Your assignment: Lines containing the word "single" are to be copied from the data below.

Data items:

——

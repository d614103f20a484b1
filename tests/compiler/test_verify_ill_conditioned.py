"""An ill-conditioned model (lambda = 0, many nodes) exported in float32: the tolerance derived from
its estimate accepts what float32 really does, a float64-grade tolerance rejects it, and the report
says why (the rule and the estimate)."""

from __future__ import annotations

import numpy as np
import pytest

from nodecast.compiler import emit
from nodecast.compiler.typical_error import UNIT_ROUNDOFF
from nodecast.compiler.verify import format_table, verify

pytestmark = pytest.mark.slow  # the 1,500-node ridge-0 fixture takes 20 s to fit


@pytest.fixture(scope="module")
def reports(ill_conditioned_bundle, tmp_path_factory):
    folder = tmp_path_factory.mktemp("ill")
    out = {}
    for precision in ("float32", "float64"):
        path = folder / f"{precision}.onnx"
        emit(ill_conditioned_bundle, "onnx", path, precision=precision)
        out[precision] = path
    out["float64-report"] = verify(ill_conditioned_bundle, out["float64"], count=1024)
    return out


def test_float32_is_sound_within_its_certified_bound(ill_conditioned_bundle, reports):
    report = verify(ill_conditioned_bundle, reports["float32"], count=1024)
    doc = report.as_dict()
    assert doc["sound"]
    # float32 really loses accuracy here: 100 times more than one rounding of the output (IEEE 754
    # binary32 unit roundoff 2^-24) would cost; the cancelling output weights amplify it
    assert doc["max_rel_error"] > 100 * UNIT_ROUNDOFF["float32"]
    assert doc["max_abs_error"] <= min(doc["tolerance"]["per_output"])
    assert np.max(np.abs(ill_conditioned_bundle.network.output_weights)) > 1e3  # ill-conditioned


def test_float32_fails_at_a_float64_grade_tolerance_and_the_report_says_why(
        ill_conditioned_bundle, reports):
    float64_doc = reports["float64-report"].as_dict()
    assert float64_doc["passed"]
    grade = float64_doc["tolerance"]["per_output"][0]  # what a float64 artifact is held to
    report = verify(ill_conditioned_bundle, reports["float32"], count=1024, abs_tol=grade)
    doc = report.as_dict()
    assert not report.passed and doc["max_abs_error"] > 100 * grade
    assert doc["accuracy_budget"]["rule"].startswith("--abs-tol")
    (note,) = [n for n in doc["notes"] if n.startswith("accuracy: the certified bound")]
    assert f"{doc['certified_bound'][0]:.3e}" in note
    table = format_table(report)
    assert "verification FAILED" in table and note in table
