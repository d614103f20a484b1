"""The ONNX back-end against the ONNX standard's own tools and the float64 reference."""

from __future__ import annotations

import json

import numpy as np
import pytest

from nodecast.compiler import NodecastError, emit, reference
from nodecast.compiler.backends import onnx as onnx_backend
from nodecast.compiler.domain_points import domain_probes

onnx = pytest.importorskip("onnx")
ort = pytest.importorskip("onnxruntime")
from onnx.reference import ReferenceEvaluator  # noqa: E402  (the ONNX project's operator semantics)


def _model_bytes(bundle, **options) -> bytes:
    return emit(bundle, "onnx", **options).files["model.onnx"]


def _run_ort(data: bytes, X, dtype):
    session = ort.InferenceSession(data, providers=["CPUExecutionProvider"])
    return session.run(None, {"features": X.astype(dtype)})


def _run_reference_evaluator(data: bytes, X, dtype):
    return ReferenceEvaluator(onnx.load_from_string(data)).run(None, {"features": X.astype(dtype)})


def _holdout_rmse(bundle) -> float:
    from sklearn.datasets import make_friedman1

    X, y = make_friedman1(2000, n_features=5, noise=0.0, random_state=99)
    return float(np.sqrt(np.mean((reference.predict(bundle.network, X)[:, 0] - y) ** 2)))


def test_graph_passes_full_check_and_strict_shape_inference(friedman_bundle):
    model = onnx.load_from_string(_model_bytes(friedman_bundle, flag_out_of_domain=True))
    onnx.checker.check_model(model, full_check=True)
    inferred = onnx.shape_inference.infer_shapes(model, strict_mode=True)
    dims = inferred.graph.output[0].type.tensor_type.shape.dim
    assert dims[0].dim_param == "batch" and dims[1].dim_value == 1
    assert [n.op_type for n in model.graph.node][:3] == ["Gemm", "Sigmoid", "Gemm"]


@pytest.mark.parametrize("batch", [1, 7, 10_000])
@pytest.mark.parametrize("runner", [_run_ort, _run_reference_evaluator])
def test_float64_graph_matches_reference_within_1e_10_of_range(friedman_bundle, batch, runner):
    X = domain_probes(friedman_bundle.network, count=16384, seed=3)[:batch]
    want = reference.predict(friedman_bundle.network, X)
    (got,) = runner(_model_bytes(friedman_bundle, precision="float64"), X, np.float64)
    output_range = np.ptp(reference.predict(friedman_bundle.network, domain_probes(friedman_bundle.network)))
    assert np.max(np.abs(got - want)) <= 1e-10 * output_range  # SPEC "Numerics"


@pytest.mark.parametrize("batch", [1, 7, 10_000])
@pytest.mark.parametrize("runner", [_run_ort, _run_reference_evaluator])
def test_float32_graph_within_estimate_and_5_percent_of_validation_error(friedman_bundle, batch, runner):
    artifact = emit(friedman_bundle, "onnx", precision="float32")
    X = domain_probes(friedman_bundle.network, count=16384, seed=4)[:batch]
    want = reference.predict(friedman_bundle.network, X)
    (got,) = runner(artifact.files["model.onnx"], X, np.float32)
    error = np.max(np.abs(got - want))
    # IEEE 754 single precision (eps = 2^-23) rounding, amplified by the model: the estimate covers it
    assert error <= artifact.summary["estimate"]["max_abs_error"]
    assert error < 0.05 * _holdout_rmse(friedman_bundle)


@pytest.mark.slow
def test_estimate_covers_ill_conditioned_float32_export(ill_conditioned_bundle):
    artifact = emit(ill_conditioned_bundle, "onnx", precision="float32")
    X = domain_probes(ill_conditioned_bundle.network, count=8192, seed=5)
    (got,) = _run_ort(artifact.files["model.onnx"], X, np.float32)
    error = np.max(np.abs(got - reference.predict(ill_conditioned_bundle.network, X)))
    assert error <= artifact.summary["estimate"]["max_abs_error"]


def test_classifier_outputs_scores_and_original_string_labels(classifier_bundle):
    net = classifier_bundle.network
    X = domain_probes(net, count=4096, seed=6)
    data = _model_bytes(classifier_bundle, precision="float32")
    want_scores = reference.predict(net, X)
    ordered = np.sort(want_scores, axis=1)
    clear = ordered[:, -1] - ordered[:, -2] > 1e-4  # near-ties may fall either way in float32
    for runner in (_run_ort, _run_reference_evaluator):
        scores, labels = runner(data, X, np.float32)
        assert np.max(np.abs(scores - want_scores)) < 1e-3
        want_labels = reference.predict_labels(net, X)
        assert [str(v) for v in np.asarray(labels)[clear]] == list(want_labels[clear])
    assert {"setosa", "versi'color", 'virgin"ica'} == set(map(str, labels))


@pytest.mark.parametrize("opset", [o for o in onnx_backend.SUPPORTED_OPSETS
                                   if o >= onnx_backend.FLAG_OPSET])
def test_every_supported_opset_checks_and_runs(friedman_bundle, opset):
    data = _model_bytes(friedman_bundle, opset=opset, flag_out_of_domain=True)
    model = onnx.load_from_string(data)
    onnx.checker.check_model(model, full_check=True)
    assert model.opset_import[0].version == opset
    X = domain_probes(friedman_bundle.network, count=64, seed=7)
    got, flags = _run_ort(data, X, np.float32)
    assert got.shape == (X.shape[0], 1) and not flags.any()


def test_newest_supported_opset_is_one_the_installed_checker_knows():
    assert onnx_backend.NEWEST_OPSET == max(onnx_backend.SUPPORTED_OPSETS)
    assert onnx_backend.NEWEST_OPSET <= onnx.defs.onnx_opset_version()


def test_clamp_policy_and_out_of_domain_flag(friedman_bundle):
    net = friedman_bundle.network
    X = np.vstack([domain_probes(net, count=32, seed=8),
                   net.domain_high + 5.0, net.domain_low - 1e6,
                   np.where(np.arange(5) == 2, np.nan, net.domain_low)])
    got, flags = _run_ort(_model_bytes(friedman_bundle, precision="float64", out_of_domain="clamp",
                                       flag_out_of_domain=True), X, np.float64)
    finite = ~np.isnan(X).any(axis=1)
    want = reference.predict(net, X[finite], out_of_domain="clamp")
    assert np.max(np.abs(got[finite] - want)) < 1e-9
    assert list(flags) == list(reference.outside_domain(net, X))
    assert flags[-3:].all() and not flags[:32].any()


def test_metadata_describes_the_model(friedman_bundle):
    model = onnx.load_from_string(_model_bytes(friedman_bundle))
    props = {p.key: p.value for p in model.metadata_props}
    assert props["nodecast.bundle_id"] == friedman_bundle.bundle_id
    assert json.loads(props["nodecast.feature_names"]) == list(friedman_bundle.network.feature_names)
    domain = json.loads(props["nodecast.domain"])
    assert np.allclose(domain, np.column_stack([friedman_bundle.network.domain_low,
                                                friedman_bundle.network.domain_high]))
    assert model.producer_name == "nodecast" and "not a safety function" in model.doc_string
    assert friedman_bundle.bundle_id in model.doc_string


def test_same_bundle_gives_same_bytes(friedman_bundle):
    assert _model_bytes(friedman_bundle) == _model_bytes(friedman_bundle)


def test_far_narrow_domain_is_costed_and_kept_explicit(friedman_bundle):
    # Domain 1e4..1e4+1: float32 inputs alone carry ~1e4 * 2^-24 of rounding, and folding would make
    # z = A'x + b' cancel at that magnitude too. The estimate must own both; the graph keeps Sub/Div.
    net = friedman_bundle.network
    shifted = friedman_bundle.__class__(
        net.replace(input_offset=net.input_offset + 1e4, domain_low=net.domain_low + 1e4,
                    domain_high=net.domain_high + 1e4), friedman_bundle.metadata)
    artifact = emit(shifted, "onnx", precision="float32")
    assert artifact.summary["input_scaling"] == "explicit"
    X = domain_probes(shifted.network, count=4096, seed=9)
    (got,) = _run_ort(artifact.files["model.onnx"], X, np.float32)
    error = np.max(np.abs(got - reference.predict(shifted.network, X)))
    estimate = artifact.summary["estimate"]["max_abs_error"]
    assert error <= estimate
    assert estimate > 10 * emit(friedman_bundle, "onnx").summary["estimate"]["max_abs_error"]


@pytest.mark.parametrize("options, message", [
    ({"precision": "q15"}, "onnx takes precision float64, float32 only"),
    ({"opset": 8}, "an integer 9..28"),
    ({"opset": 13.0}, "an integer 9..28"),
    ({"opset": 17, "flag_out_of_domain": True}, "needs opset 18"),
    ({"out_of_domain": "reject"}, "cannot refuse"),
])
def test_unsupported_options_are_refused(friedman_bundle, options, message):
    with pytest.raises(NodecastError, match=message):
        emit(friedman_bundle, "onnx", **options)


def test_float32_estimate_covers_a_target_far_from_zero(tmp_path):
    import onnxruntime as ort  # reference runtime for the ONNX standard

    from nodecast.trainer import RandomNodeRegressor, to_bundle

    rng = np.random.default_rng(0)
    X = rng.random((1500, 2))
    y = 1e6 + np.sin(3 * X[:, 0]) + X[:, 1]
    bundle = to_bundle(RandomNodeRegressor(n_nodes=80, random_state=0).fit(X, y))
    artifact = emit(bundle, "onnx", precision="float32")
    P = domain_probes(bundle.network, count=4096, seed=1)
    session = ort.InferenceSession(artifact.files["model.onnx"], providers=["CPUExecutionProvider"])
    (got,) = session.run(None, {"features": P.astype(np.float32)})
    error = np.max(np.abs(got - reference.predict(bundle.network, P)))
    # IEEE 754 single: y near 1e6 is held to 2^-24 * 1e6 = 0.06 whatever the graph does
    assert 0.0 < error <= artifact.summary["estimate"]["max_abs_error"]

——

Finished task:
    # IEEE 754 single precision (eps = 2^-23) rounding, amplified by the model: the estimate covers it
    # IEEE 754 single: y near 1e6 is held to 2^-24 * 1e6 = 0.06 whatever the graph does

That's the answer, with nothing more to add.